Question

Considering the following reaction: $CO(g) + 2{H_2}(g) \to C{H_3}OH(g)$ Suppose that the initial concentrations of the reactants are $[CO] = 0.500M$ and $[{H_2}] = 1.00M$ . Assuming that there is no product at the beginning of the reaction and that at equilibrium $[CO] = 0.15M$ , what is the equilibrium constant at this new temperature?

Answer 1

Hint: For solving this question, we have to first write the balanced chemical equation with an ICE table. ICE tables help us to find equilibrium concentrations of unknown compounds. After finding the value, we will substitute this value in the formula of equilibrium.
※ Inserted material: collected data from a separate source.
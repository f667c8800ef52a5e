"""Repeats of one test as text and JSON: which shots are repeats, and which of them disagrees."""

from __future__ import annotations

from collections.abc import Iterable
from typing import Any

from shpb.trust.repeats import Disagreement, Repeats, RepeatShot, find_repeats
from shpb.view.text import printable, rounded, wrapped


def repeat_lines(shots: Iterable[RepeatShot], width: int) -> list[str]:
    """Lines on every group of repeats, none where there are no repeats."""
    lines: list[str] = []
    for group in find_repeats(shots):
        lines += wrapped(f"{_condition(group)}: {agreement_words(group)}.", width, "repeats: ", " " * 9)
    return lines


def _condition(group: Repeats) -> str:
    first, count = group.shots[0], len(group.shots)
    kelvin = sum(shot.temperature_k for shot in group.shots) / count
    rate = sum(shot.rate_per_s for shot in group.shots) / count
    names = ", ".join(printable(shot.shot_id) for shot in group.shots)
    return f"{names} ({printable(first.material)}, {first.kind}, {kelvin:.0f} K, {rounded(rate)} /s)"


def agreement_words(group: Repeats) -> str:
    """Whether the shots of a group agree, and which of them does not."""
    if not group.compared:
        return "no flow stress at a common strain"
    if not group.disagreements:
        return "agree"
    return "; ".join(_disagrees(one) for one in group.disagreements)


def _disagrees(one: Disagreement) -> str:
    strain = f"{'plastic' if one.plastic else 'total'} strain {one.strain:g}"
    beside = (
        f"{rounded(one.stress_pa / 1e6)} MPa against {rounded(one.others_pa / 1e6)} MPa at {strain} "
        f"({100 * one.share:+.1f} %, {100 * one.allowed_pa / one.others_pa:.1f} % allowed)"
    )
    if len(one.shot_ids) > 1:
        return f"{' and '.join(map(printable, one.shot_ids))} disagree, {beside}; either may be wrong"
    return f"{printable(one.shot_ids[0])} DISAGREES with the others, {beside}; look at it before merging"


def repeats_json(shots: Iterable[RepeatShot]) -> list[dict[str, Any]]:
    """Every group of repeats with its disagreements, fit for strict JSON."""
    return [
        {
            "shot_ids": [shot.shot_id for shot in group.shots],
            "material": group.shots[0].material,
            "kind": group.shots[0].kind,
            "compared": group.compared,
            "disagreements": [
                {
                    "shot_ids": list(one.shot_ids),
                    "at_strain": one.strain,
                    "strain_kind": "true plastic" if one.plastic else "total true",
                    "true_stress_pa": one.stress_pa,
                    "others_true_stress_pa": one.others_pa,
                    "allowed_difference_pa": one.allowed_pa,
                }
                for one in group.disagreements
            ],
        }
        for group in find_repeats(shots)
    ]
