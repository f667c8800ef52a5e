"""What several methods say of one rig, joined to calibrated values of bars and stations and their correlations."""

from __future__ import annotations

import itertools
from collections.abc import Mapping, Sequence

import numpy as np

from shpb.calibrate.determination import Determination
from shpb.calibrate.sensitivity.reconcile import Reconciled
from shpb.quantity import Quantity
from shpb.rig.calibration import BarCalibration, GaugeCalibration, stated_of, stated_of_bar
from shpb.rig.correlations import NAMES, Correlation
from shpb.rig.propagation_table import PropagationTable
from shpb.rig.rig import SIDES, Rig, budget_name

_SPEED, _POISSON = "wave speed", "Poisson's ratio"
_LEAST = 0.001  # a correlation coefficient below this changes no budget


def joined(of_bars: Sequence[Determination], sensitivities: Reconciled | None) -> Determination | None:
    """All values with one covariance matrix.

    Parameters
    ----------
    of_bars : sequence of Determination
        Of bars and distances, each by itself.
    sensitivities : Reconciled or None
        Gauge factors; they rest on wave speeds, so what is tied to these is tied to the factors.

    Returns
    -------
    Determination or None
        None where there is nothing at all.
    """
    parts = [*of_bars, *([sensitivities.determination] if sensitivities is not None else [])]
    if not parts:
        return None
    names = tuple(name for part in parts for name in part.names)
    covariance = np.zeros((len(names), len(names)))
    start = 0
    for part in parts:
        stop = start + len(part.names)
        covariance[start:stop, start:stop] = part.covariance
        start = stop
    if sensitivities is not None:
        start -= len(sensitivities.determination.names)
        for name, change in sensitivities.shared.items():
            at = _at(name, names)
            if at is not None and covariance[at, at] > 0:
                # The error of the factors is change e/u(e) for an error e of this value.
                tied = np.outer(change, covariance[at, :start] / np.sqrt(covariance[at, at]))
                covariance[start:, :start] += tied
                covariance[:start, start:] += tied.T
    return Determination(
        method="; ".join(dict.fromkeys(part.method for part in parts)),
        shots=tuple(dict.fromkeys(shot for part in parts for shot in part.shots)),
        names=names,
        values=np.concatenate([part.values for part in parts]),
        covariance=covariance,
    )


def _at(name: str, names: Sequence[str]) -> int | None:
    """Where a value stands; of both bars' common value ("bars: wave speed") that of the first that was measured."""
    if name in names:
        return names.index(name)
    if name.startswith("bars:"):
        for side in SIDES:
            own = name.replace("bars:", f"{side} bar:", 1)
            if own in names:
                return names.index(own)
    return None


def bars_of(
    rig: Rig, found: Mapping[str, Quantity], tables: Mapping[str, PropagationTable]
) -> dict[str, BarCalibration]:
    """Calibrated values of the bars by the tables of the rig file; a bar of which nothing was measured is left out."""
    bars = {}
    for side, bar in (("incident", rig.incident_bar), ("transmitted", rig.transmitted_bar)):
        speed, poisson = (found.get(f"{side} bar: {what}") for what in (_SPEED, _POISSON))
        if speed is not None or poisson is not None or side in tables:
            bars[f"{side}_bar"] = BarCalibration(
                wave_speed_m_s=speed,
                poisson_ratio=poisson,
                propagation=tables.get(side),
                as_stated=stated_of_bar(bar),
            )
    return bars


def gauges_of(
    rig: Rig, found: Mapping[str, Quantity], per_volt: Mapping[str, Quantity]
) -> dict[str, GaugeCalibration]:
    """The same of the stations."""
    gauges = {}
    for station, gauge in rig.gauges.items():
        factor, distance = (found.get(budget_name(station, what)) for what in ("factor", "distance"))
        if factor is not None or distance is not None:
            gauges[station] = GaugeCalibration(
                gauge_factor=factor,
                strain_per_volt=per_volt.get(station),
                to_specimen_m=distance,
                as_stated=stated_of(gauge),
            )
    return gauges


def correlations_of(
    found: Determination | None, sensitivities: Reconciled | None, *, one_stock: bool
) -> tuple[Correlation, ...]:
    """Correlation coefficients between all values, by their names in the budget of the calibrated rig.

    Gauge factors are correlated with a density or a diameter too that stands in the rig file and that they rest on.

    Parameters
    ----------
    found : Determination or None
        As :func:`joined` gives it.
    sensitivities : Reconciled or None
    one_stock : bool
        Whether both bars of the calibrated rig share their values: the budget then calls them "bars".
    """
    if found is None:
        return ()
    names = [_in_budget(name, one_stock=one_stock) for name in found.names]
    pairs: dict[tuple[str, str], float] = {}
    for (at, first), (beside, second) in itertools.combinations(enumerate(names), 2):
        # Two bars of one stock name each of their values twice.
        if first != second and (second, first) not in pairs:
            coefficient = found.correlation(found.names[at], found.names[beside])
            pairs.setdefault((first, second), coefficient)
    if sensitivities is not None:
        factors = sensitivities.determination
        u = np.sqrt(np.diag(factors.covariance))
        for name, change in sensitivities.shared.items():
            if name in NAMES and _at(name, found.names) is None:
                for own in _of_each_bar(name, one_stock=one_stock):
                    pairs |= {(own, factor): c for factor, c in zip(factors.names, change / u, strict=True)}
    return tuple(
        # Rounding must not lift a coefficient over one.
        Correlation(*pair, float(np.clip(round(float(coefficient), 6), -1.0, 1.0)))
        for pair, coefficient in pairs.items()
        if abs(coefficient) >= _LEAST
    )


def _of_each_bar(name: str, *, one_stock: bool) -> tuple[str, ...]:
    """A common value of both bars by the names that the budget has for it once the bars differ in something else."""
    if one_stock or not name.startswith("bars:"):
        return (name,)
    return tuple(name.replace("bars:", f"{side} bar:", 1) for side in SIDES)


def _in_budget(name: str, *, one_stock: bool) -> str:
    bar, _, what = name.partition(": ")
    return f"bars: {what}" if one_stock and what and bar.endswith(" bar") else name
Hence we get the final answer.
Formula used:
${K_C} = \dfrac{{{{[C]}^c} \times {{[D]}^d} \times ....}}{{{{[A]}^a} \times {{[B]}^b} \times .....}}$
$for\;a{A_{(aq)}} + b{B_{(aq)}} + .... \rightleftharpoons c{C_{(aq)}} + d{D_{(aq)}} + ....$
Where, ${K_c}$ = equilibrium constant
$A,B,....$ = reactants
$C,D,....$ = products
$[A]$ = equilibrium concentration of $A$ in moles
$a$ = number of moles of $A$

Complete answer:
First of all we have to write a balanced chemical equation with the ICE table. The ICE table which is known as the Initial, Change, Equilibrium table, is used to simplify the calculations in reversible equilibrium reactions, e.g. weak acids and weak bases or complex ion formation.
The balanced chemical equation is:
$CO(g) + 2{H_2}(g) \rightleftharpoons C{H_3}OH(g)$
And the ICE table is:

	$[CO]$	$[{H_2}]$	$[C{H_3}OH]$
Initial	$0.500$	$1.00$	$0$
Change	$ - x$	$ - 2x$	$ + x$
Equilibrium	$0.500 - x$	$0.100 - 2x$	$x$

So, at the equilibrium $[CO]$ = $0.15mol{L^{ - 1}}$
$ \Rightarrow 0.15mol{L^{ - 1}} = (0.500 - x)mol{L^{ - 1}}$
So, $x = 0.500 - 0.15$
$ \Rightarrow x = 0.35$
Then by substituting the value of $x$ in the $[{H_2}]$ , we will get:
$[{H_2}]$=$(0.100 - 2x)mol{L^{ - 1}}$
$ \Rightarrow (0.100 - 2 \times 0.35)mol{L^{ - 1}}$
$ = 0.30mol{L^{ - 1}}$
Now similar by substituting the value of $x$ in the $[C{H_3}OH]$ , we will get the value which is equal to:
$[C{H_3}OH]$= $x\;mol{L^{ - 1}}$
$ \Rightarrow 0.35mol{L^{ - 1}}$ .
After getting all the values, substitute them in the given formula of equilibrium constant, we get:
$\Rightarrow {K_c} = \dfrac{{[C{H_3}OH]}}{{[CO]{{[{H_2}]}^2}}}$
$ \Rightarrow \dfrac{{0.35}}{{0.15 \times {{(0.30)}^2}}}$
$ = 26$
So, the equilibrium constant at the new temperature is $26$ .

Note:
We should remember that the only thing which changes equilibrium is a change of temperature. It is independent of the actual quantities of reactants and products. The position of equilibrium is not changed by changing a catalyst.